EXERCISE — The lines to be copied are those below that contain "good".

EXERCISE MATERIAL —
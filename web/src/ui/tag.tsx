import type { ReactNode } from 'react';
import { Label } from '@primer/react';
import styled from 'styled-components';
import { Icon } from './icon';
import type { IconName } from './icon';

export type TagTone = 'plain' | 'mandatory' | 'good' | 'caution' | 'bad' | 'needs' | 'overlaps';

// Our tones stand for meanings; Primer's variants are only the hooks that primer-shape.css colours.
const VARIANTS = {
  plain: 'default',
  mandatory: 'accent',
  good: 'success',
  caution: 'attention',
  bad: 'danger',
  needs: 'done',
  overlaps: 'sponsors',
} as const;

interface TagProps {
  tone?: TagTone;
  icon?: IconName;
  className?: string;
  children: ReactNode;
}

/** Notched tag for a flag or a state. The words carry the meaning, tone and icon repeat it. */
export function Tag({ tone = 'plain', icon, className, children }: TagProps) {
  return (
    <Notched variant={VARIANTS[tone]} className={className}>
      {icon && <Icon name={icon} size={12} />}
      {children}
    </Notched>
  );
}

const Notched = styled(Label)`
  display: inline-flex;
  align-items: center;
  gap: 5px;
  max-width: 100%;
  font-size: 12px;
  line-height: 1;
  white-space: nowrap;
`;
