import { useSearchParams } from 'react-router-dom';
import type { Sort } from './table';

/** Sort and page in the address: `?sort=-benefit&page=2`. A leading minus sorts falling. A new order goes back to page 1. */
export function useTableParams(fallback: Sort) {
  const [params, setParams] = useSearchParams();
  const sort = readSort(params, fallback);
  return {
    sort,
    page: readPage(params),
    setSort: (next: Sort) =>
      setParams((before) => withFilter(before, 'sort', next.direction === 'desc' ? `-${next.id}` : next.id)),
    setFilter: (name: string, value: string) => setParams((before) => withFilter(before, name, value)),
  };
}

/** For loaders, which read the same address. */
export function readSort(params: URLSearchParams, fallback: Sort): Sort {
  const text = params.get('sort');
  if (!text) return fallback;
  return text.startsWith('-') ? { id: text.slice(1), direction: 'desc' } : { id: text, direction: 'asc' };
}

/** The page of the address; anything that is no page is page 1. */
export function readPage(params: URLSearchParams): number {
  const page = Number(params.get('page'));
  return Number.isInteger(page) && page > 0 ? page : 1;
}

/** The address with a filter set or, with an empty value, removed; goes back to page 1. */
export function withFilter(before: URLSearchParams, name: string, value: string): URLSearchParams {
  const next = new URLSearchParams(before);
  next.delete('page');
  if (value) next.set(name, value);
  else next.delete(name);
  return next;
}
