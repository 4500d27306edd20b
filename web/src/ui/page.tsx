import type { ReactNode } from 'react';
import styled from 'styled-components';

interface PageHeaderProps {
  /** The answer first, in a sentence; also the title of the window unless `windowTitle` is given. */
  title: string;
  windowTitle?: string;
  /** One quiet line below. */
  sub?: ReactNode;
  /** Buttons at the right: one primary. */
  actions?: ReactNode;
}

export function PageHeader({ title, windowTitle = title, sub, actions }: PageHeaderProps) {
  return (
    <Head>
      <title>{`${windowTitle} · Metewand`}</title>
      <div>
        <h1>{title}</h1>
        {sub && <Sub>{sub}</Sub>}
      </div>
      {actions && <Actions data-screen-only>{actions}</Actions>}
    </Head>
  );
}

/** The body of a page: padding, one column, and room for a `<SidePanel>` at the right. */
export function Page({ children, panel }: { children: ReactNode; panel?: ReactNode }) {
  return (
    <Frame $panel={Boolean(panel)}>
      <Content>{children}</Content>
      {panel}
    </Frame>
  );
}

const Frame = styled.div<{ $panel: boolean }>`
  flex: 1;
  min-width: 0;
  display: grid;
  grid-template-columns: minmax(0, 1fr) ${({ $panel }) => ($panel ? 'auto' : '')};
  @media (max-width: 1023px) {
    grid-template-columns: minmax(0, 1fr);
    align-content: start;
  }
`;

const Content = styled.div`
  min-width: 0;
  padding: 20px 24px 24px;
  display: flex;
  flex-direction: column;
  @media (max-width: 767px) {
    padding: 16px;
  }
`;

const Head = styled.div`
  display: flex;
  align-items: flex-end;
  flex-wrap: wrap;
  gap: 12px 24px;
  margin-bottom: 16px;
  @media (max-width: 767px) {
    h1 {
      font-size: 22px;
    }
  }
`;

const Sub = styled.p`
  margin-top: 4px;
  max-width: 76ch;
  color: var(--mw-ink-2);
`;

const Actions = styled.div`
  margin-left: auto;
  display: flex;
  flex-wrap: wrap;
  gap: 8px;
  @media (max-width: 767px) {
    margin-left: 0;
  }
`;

RESPONSE TO THIS TASK —
export type TagTone = 'plain' | 'mandatory' | 'good' | 'caution' | 'bad' | 'needs' | 'overlaps';
  good: 'success',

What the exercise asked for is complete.